Prove that AB² = AD * AC.

Solution:

• The problem asks to prove $$AB^2 = AD \cdot AC$$.
• This suggests we need to find similar triangles where the sides are in proportion to AB, AD, and AC.
• Consider triangles ABC and ABD.
• Angle A is common to both triangles.
• We need another pair of equal angles.
• The angle between the tangent AB and chord BC is $$\angle ABC$$. This angle subtends arc BC. The inscribed angle subtended by arc BC is $$\angle BAC$$. Therefore, $$\angle ABC = \angle BAC$$. This is incorrect as $$\angle BAC$$ is not related to arc BC in the standard way.

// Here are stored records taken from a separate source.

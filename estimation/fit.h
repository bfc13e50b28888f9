#pragma once

#include "gainsay/estimation/residuals.h"

#include <Eigen/Core>

#include <cstddef>
#include <limits>
#include <string>
#include <vector>

namespace gainsay::estimation {

enum class Stopped {
  NeverRun,
  Converged,        ///< the finish says so
  NotConverged,     ///< the finish ended for another reason: see `why`
  CannotIntegrate,  ///< the start cannot be integrated: it is replaced by the next
  OutOfBudget,
  Interrupted
};

/// The end of one descent.
struct Fit {
  Eigen::VectorXd x;           ///< search coordinates
  std::vector<double> values;  ///< natural units
  double V = std::numeric_limits<double>::quiet_NaN();
  double objective = std::numeric_limits<double>::quiet_NaN();
  std::vector<bool> on_bound;  ///< within 1e-6 of the width, gradient pointing outward
  Stopped stopped = Stopped::NeverRun;
  std::string why = "no fit was run";
  long evaluations = 0;
  long jacobians = 0;
  long integrations = 0;
};

/// One descent from x (inside the box): the approach in stages, then the finish (docs/methods.md,
/// "Descent"). `polish_only` goes straight to the last stage (for warm starts).
Fit descend(Evaluator& evaluator, const Eigen::VectorXd& start, bool polish_only = false,
            long integrations_at_most = std::numeric_limits<long>::max());

}  // namespace gainsay::estimation
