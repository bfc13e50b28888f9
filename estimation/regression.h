#pragma once

#include "gainsay/estimation/objective.h"

#include <Eigen/Core>

#include <cstddef>
#include <optional>
#include <vector>

namespace gainsay::estimation {

/// Numbers of the unknowns in which everything shown is linear: scales and offsets, ascending.
std::vector<std::size_t> linear_unknowns(const Problem& problem);

/// `x` with the unknowns `which` (of linear_unknowns) where weighted linear regression of the data
/// on the trajectory of x puts them, within their ranges. Methods (23). Sds that depend on the
/// modelled value are taken at the observed one, unknown ones as equal within a readout. Nothing
/// where x cannot be integrated to the end.
std::optional<Eigen::VectorXd> regressed(Allowance& allowance, const Eigen::VectorXd& x,
                                         const std::vector<std::size_t>& which);

}  // namespace gainsay::estimation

The angle between tangent AB and chord BC is equal to the inscribed angle subtended by arc BC, which is $$\angle BDC$$. So, $$\angle ABC = \angle BDC$$. This is also incorrect based on the diagram.

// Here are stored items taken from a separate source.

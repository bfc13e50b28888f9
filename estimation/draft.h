#pragma once

#include "gainsay/core/hypothesis.h"
#include "gainsay/core/result.h"
#include "gainsay/core/system.h"
#include "gainsay/estimation/experiment.h"
#include "gainsay/estimation/names.h"
#include "gainsay/estimation/problem.h"
#include "gainsay/estimation/readout.h"
#include "gainsay/estimation/tolerances.h"
#include "gainsay/estimation/unknown.h"

#include <cstddef>
#include <span>
#include <utility>
#include <vector>

namespace gainsay::estimation {

/// What is the same for all experiments of one hypothesis.
struct Ground {
  const core::Hypothesis& hypothesis;
  std::span<const DeclaredUnknown> declared;
  std::span<const Readout> readouts;
  std::span<const Experiment> experiments;
  std::vector<core::Expression> rates;  ///< of the species, written out
  std::vector<core::Expression> shows;  ///< of the readouts, written out
};

Ground make_ground(const core::Hypothesis& hypothesis, std::span<const DeclaredUnknown> declared,
                   std::span<const Readout> readouts, std::span<const Experiment> experiments);

/// One experiment on its way into a Problem: its equations with names resolved and its data, but
/// unknowns not yet numbered and nothing compiled.
struct Draft {
  const Experiment* experiment = nullptr;
  core::System system;                                ///< `unknowns` still empty
  std::vector<std::pair<double, std::size_t>> jumps;  ///< (time, number of System::jumps)
  std::vector<std::size_t> shown;    ///< number in Ground::readouts of each System::readouts
  std::vector<FittedSeries> series;  ///< `output` of each datum still 0
  std::vector<double> times;         ///< of the data of all series, in their order
  std::vector<Reading> readings;     ///< sizes that set the tolerances
};

/// Whether any point of the experiment is fitted.
bool has_data(const Experiment& experiment);

/// Fails as `assemble` does. With `all_readouts`, for simulating, the system shows every readout in
/// its order, and readings need no sd.
core::Result<Draft> draft(const Ground& ground, const Experiment& experiment, bool all_readouts);

}  // namespace gainsay::estimation
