#pragma once

#include "gainsay/estimation/unknown.h"

#include <Eigen/Core>

#include <span>
#include <vector>

namespace gainsay::estimation {

/// Search coordinates: x = ln p where the unknown is searched in its logarithm, x = p / (high -
/// low) where linear.
Eigen::VectorXd to_coordinates(std::span<const Unknown> unknowns, std::span<const double> values);
std::vector<double> from_coordinates(std::span<const Unknown> unknowns, const Eigen::VectorXd& x);
/// dp/dx: p where logarithmic, the width of the range where linear.
Eigen::VectorXd scale_at(std::span<const Unknown> unknowns, std::span<const double> values);
Eigen::VectorXd lower_bounds(std::span<const Unknown> unknowns);
Eigen::VectorXd upper_bounds(std::span<const Unknown> unknowns);

}  // namespace gainsay::estimation
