#include "gainsay/estimation/course.h"
#include "gainsay/estimation/draft.h"
#include "gainsay/estimation/measurement.h"
#include "gainsay/estimation/problem.h"

#include <algorithm>
#include <cmath>
#include <functional>
#include <map>
#include <set>
#include <utility>

namespace gainsay::estimation {
namespace {

using core::Failure;
using core::Result;
using SymbolSet = std::set<std::string, std::less<>>;

/// Declared unknowns, the first of equal names alone.
std::vector<DeclaredUnknown> without_doubles(std::span<const DeclaredUnknown> declared) {
  std::vector<DeclaredUnknown> kept;
  SymbolSet names;
  for (const auto& each : declared)
    if (names.insert(each.unknown.name).second) kept.push_back(each);
  return kept;
}

/// The unknowns that a declaration can become: itself, or one for each experiment.
std::vector<Unknown> instances(const DeclaredUnknown& declared,
                               std::span<const Experiment> experiments) {
  if (!declared.per_experiment) return {declared.unknown};
  std::vector<Unknown> all;
  for (const auto& experiment : experiments) {
    all.push_back(declared.unknown);
    all.back().name = particular(declared.unknown.name, experiment.name);
  }
  return all;
}

std::vector<Unknown> start_unknowns(std::span<const Experiment> experiments) {
  std::vector<Unknown> all;
  for (const auto& experiment : experiments)
    for (const auto& start : experiment.starts)
      if (start.unknown) {
        all.push_back(*start.unknown);
        all.back().name = particular("start." + start.species, experiment.name);
      }
  return all;
}

/// Symbols of the drafts by what they act through; one that acts through several is of the first
/// kind that holds it.
struct Uses {
  SymbolSet rates;
  SymbolSet starts_and_jumps;
  SymbolSet readouts;

  void take(const core::System& system) {
    for (const auto& rate : system.rates) rates.merge(core::symbols(rate));
    for (const auto& start : system.starts) starts_and_jumps.merge(core::symbols(start));
    for (const auto& jump : system.jumps) starts_and_jumps.merge(core::symbols(jump.rise));
    for (const auto& readout : system.readouts) readouts.merge(core::symbols(readout));
  }

  std::optional<UnknownKind> kind_of(const std::string& name) const {
    if (rates.contains(name)) return UnknownKind::Kinetic;
    if (starts_and_jumps.contains(name)) return UnknownKind::Initial;
    if (readouts.contains(name)) return UnknownKind::Measurement;
    return std::nullopt;
  }
};

void list_unknowns(Problem& problem, const Ground& ground, const Uses& uses) {
  const auto take = [&](Unknown unknown) {
    const auto kind = uses.kind_of(unknown.name);
    if (!kind) return false;
    unknown.kind = *kind;
    problem.unknowns.push_back(std::move(unknown));
    return true;
  };
  for (const auto& declared : ground.declared) {
    bool used = false;
    for (auto& unknown : instances(declared, ground.experiments)) used |= take(std::move(unknown));
    if (!used && declared.own) problem.unused.push_back(declared.unknown.name);
  }
  for (auto& unknown : start_unknowns(ground.experiments)) take(std::move(unknown));
  for (auto& unknown : measurement_unknowns(ground.readouts, ground.experiments))
    take(std::move(unknown));
}

/// One group for each unknown sd that data without an sd of their own depend on; named after the
/// readout that it is an unknown of.
void group_noise(Problem& problem, std::vector<FittedSeries>& all) {
  for (auto& series : all) {
    const bool lacks_sd = std::any_of(series.data.begin(), series.data.end(),
                                      [](const Datum& datum) { return std::isnan(datum.sd); });
    if (!series.noise.sd_unknown || !lacks_sd) continue;
    auto& groups = problem.noise_groups;
    const std::string& owner = series.noise.same_as.empty() ? series.readout : series.noise.same_as;
    const auto group = std::find(groups.begin(), groups.end(), owner);
    series.noise_group = static_cast<std::size_t>(group - groups.begin());
    if (group == groups.end()) groups.push_back(owner);
  }
}

void number_unknowns(FittedExperiment& fitted, core::System& system, const Problem& problem) {
  Uses uses;
  uses.take(system);
  for (std::size_t i = 0; i < problem.unknowns.size(); ++i)
    if (uses.kind_of(problem.unknowns[i].name)) {
      system.unknowns.push_back(problem.unknowns[i].name);
      fitted.unknown_numbers.push_back(i);
    }
}

void find_linear_unknowns(FittedExperiment& fitted, const Draft& draft, const Ground& ground,
                          const Problem& problem) {
  const auto number_of = [&](const std::optional<std::string>& name) {
    const auto found = std::find_if(problem.unknowns.begin(), problem.unknowns.end(),
                                    [&](const Unknown& unknown) { return unknown.name == name; });
    return name && found != problem.unknowns.end()
               ? std::optional(static_cast<std::size_t>(found - problem.unknowns.begin()))
               : std::nullopt;
  };
  for (std::size_t i = 0; i < draft.shown.size(); ++i) {
    const Readout& readout = ground.readouts[draft.shown[i]];
    const auto scale = number_of(scale_name(readout, fitted.name));
    const auto offset = number_of(offset_name(readout, fitted.name));
    if (scale || offset) fitted.linear.push_back({scale, offset, i});
  }
}

/// Each datum's place among the outputs; `times` are those of all data in their order.
void number_outputs(FittedExperiment& fitted, const std::vector<double>& times) {
  const auto& outputs = fitted.schedule.outputs;
  auto time = times.begin();
  for (auto& series : fitted.series)
    for (auto& datum : series.data)
      datum.output = static_cast<std::size_t>(
          std::lower_bound(outputs.begin(), outputs.end(), *time++) - outputs.begin());
}

Result<FittedExperiment> finish(Draft draft, const Ground& ground, Problem& problem,
                                const AssemblyOptions& options) {
  FittedExperiment fitted;
  fitted.name = draft.experiment->name;
  number_unknowns(fitted, draft.system, problem);
  find_linear_unknowns(fitted, draft, ground, problem);
  fitted.absolute = absolute_tolerances(ground.hypothesis, draft.system, problem.unknowns,
                                        draft.readings, options.negligible);
  fitted.schedule = schedule(*draft.experiment, draft.system.inputs, draft.jumps, draft.times);
  fitted.series = std::move(draft.series);
  number_outputs(fitted, draft.times);
  group_noise(problem, fitted.series);
  auto program = core::Program::compile(draft.system);
  if (!program) {
    Failure failure = program.failure();
    failure.what = "hypothesis '" + ground.hypothesis.title + "' with experiment '" + fitted.name +
                   "': " + failure.what;
    return failure;
  }
  fitted.program = std::move(program).value();
  return fitted;
}

}  // namespace

Result<Problem> assemble(const core::Hypothesis& hypothesis,
                         std::span<const DeclaredUnknown> declared,
                         std::span<const Readout> readouts, std::span<const Experiment> experiments,
                         const AssemblyOptions& options) {
  const std::vector<DeclaredUnknown> distinct = without_doubles(declared);
  const Ground ground = make_ground(hypothesis, distinct, readouts, experiments);

  std::vector<Draft> drafts;
  Uses uses;
  for (const auto& experiment : experiments) {
    if (!options.to_simulate && !has_data(experiment)) continue;
    auto made = draft(ground, experiment, options.to_simulate);
    if (!made) return made.failure();
    uses.take(made->system);
    drafts.push_back(std::move(made).value());
  }

  Problem problem;
  problem.hypothesis = hypothesis.title;
  problem.relative_accuracy = options.relative_accuracy;
  for (const auto& readout : readouts) problem.readouts.push_back(readout.name);
  list_unknowns(problem, ground, uses);
  for (auto& each : drafts) {
    auto fitted = finish(std::move(each), ground, problem, options);
    if (!fitted) return fitted.failure();
    problem.experiments.push_back(std::move(fitted).value());
  }
  return problem;
}

}  // namespace gainsay::estimation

• Let's consider triangles ABC and ADB.
• Angle A is common to both.
• Angle ABC is subtended by arc AC. Angle ADC is also subtended by arc AC. So, $$\angle ABC = \angle ADC$$.

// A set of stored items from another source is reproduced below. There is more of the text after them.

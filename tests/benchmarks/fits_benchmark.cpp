// Prints how many of the common starts of the fits under tests/fits one descent each brings home,
// on plain and on shifted ranges, and what that costs. Success: V within 0.5 of the best known.
// Usage: fits_benchmark [name of a fit ...]

#include "gainsay/estimation/fit.h"
#include "gainsay/testing/kinetic_fits.h"

#include <fmt/format.h>

#include <chrono>
#include <string>
#include <vector>

namespace {

using namespace gainsay;

constexpr double kSuccess = 0.5;

struct Tally {
  int starts = 0, successes = 0, converged = 0;
  long evaluations = 0, jacobians = 0, integrations = 0;
  double milliseconds = 0.0;

  Tally& operator+=(const Tally& other) {
    starts += other.starts;
    successes += other.successes;
    converged += other.converged;
    evaluations += other.evaluations;
    jacobians += other.jacobians;
    integrations += other.integrations;
    milliseconds += other.milliseconds;
    return *this;
  }
};

Tally run(const testing::KineticFit& fit) {
  using Clock = std::chrono::steady_clock;
  Tally tally;
  estimation::Evaluator evaluator(fit.problem);
  const auto began = Clock::now();
  for (const Eigen::VectorXd& start : fit.starts) {
    const estimation::Fit end = estimation::descend(evaluator, start);
    ++tally.starts;
    tally.successes += end.V <= fit.best_known_V + kSuccess;
    tally.converged += end.stopped == estimation::Stopped::Converged;
    tally.evaluations += end.evaluations;
    tally.jacobians += end.jacobians;
    tally.integrations += end.integrations;
  }
  tally.milliseconds = std::chrono::duration<double, std::milli>(Clock::now() - began).count();
  return tally;
}

void print(const std::string& name, const std::string& ranges, const Tally& tally) {
  const double starts = tally.starts;
  fmt::print("{:<8} {:<8} {:>4} of {:>3} {:>9} {:>12.1f} {:>10.1f} {:>13.1f} {:>9.1f}\n", name,
             ranges, tally.successes, tally.starts, tally.converged, tally.evaluations / starts,
             tally.jacobians / starts, tally.integrations / starts, tally.milliseconds / starts);
}

}  // namespace

int main(int count, char** arguments) {
  std::vector<std::string> names(arguments + 1, arguments + count);
  if (names.empty()) names.assign(testing::kKineticFits.begin(), testing::kKineticFits.end());
  fmt::print("{:<8} {:<8} {:>11} {:>9} {:>12} {:>10} {:>13} {:>9}\n", "fit", "ranges", "success",
             "converged", "states only", "Jacobians", "integrations", "ms");
  for (const testing::Ranges ranges : {testing::Ranges::Plain, testing::Ranges::Shifted}) {
    const std::string words = ranges == testing::Ranges::Plain ? "plain" : "shifted";
    Tally all;
    for (const std::string& name : names) {
      const Tally tally = run(testing::kinetic_fit(name, ranges));
      print(name, words, tally);
      all += tally;
    }
    print("all", words, all);
  }
  return 0;
}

• Therefore, by AA similarity, $$\triangle ABC \sim \triangle ADB$$.
• This gives the proportion: $$\frac{AB}{AD} = \frac{AC}{AB} = \frac{BC}{DB}$$.
• From $$\frac{AB}{AD} = \frac{AC}{AB}$$, cross-multiplying gives $$AB \cdot AB = AD \cdot AC$$, which is $$AB^2 = AD \cdot AC$$.

Answer: Triangles ABC and ADB are similar by AA similarity because $$\angle A$$ is common to both triangles and $$\angle ABC = \angle ADC$$ (angles subtended by the same arc AC). This similarity leads to the proportion $$\frac{AB}{AD} = \frac{AC}{AB}$$, which rearranges to $$AB^2 = AD \cdot AC$$.